▸ **Task description**: Print exactly those lines that run from the beginning of the data to the line bearing "f.HexAcrossFlatsMM != 6.6", inclusive.

------------------------------------------------

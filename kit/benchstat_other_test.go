//go:build !linux

package kit

import "time"

// cpuTime returns 0: the process CPU time is read on Linux only.
func cpuTime() time.Duration { return 0 }

// peakRSSKB returns 0: the peak resident size is read on Linux only.
func peakRSSKB() int { return 0 }

// resetPeakRSS does nothing: the peak resident size is reset on Linux only.
func resetPeakRSS() {}
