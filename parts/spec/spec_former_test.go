package spec

import (
	"errors"
	"strings"
	"testing"
)

func TestFormerDefaults(t *testing.T) {
	s, err := ParseSpec([]byte(base))
	if err != nil {
		t.Fatal(err)
	}
	f := s.Former
	// Source: the defaults documented on FormerSpec (common FDM practice).
	if f.ClearanceMM != 0.2 || f.GrooveDepthRatio != 0.6 || f.GrooveProfile != "teardrop" || f.Drive != "hex" ||
		f.HexAcrossFlatsMM != 6.6 || f.ToleranceMM != DefaultFormerToleranceMM || f.BoreDiameterMM != 6.5 {
		t.Errorf("defaults not filled: %+v", f)
	}
}

func TestFormerErrors(t *testing.T) {
	cases := []struct {
		name, extra, key string
	}{
		{"clearance above 1 mm", "[former]\nclearance_mm = 1.5\n", "former.clearance_mm"},
		{"unknown profile", "[former]\ngroove_profile = \"square\"\n", "former.groove_profile"},
		{"flats deeper than the flange", "[former]\nflat_depth_mm = 8.0\n", "former.flat_depth_mm"},
		{"tolerance 0", "[former]\ntolerance_mm = 0.0\n", "former.tolerance_mm"},
	}
	for _, c := range cases {
		t.Run(c.name, func(t *testing.T) {
			_, err := ParseSpec([]byte(base + c.extra))
			var se *SpecError
			if !errors.As(err, &se) || !strings.Contains(err.Error(), c.key) {
				t.Fatalf("got %v, want an error on %s", err, c.key)
			}
			for _, e := range err.(SpecErrors) {
				if e.Key == c.key && e.Line == 0 {
					t.Errorf("%s reported without its line", c.key)
				}
			}
		})
	}
}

------------------------------------------------

▸ **Solution to the exercise**:
filename kit/benchstat_other_test.go
//go:build !linux

package kit

import "time"

// cpuTime returns 0: the process CPU time is read on Linux only.
func cpuTime() time.Duration { return 0 }

// peakRSSKB returns 0: the peak resident size is read on Linux only.
func peakRSSKB() int { return 0 }

// resetPeakRSS does nothing: the peak resident size is reset on Linux only.
func resetPeakRSS() {}
filename parts/spec/spec_former_test.go
package spec

import (
	"errors"
	"strings"
	"testing"
)

func TestFormerDefaults(t *testing.T) {
	s, err := ParseSpec([]byte(base))
	if err != nil {
		t.Fatal(err)
	}
	f := s.Former
	// Source: the defaults documented on FormerSpec (common FDM practice).
	if f.ClearanceMM != 0.2 || f.GrooveDepthRatio != 0.6 || f.GrooveProfile != "teardrop" || f.Drive != "hex" ||
		f.HexAcrossFlatsMM != 6.6 || f.ToleranceMM != DefaultFormerToleranceMM || f.BoreDiameterMM != 6.5 {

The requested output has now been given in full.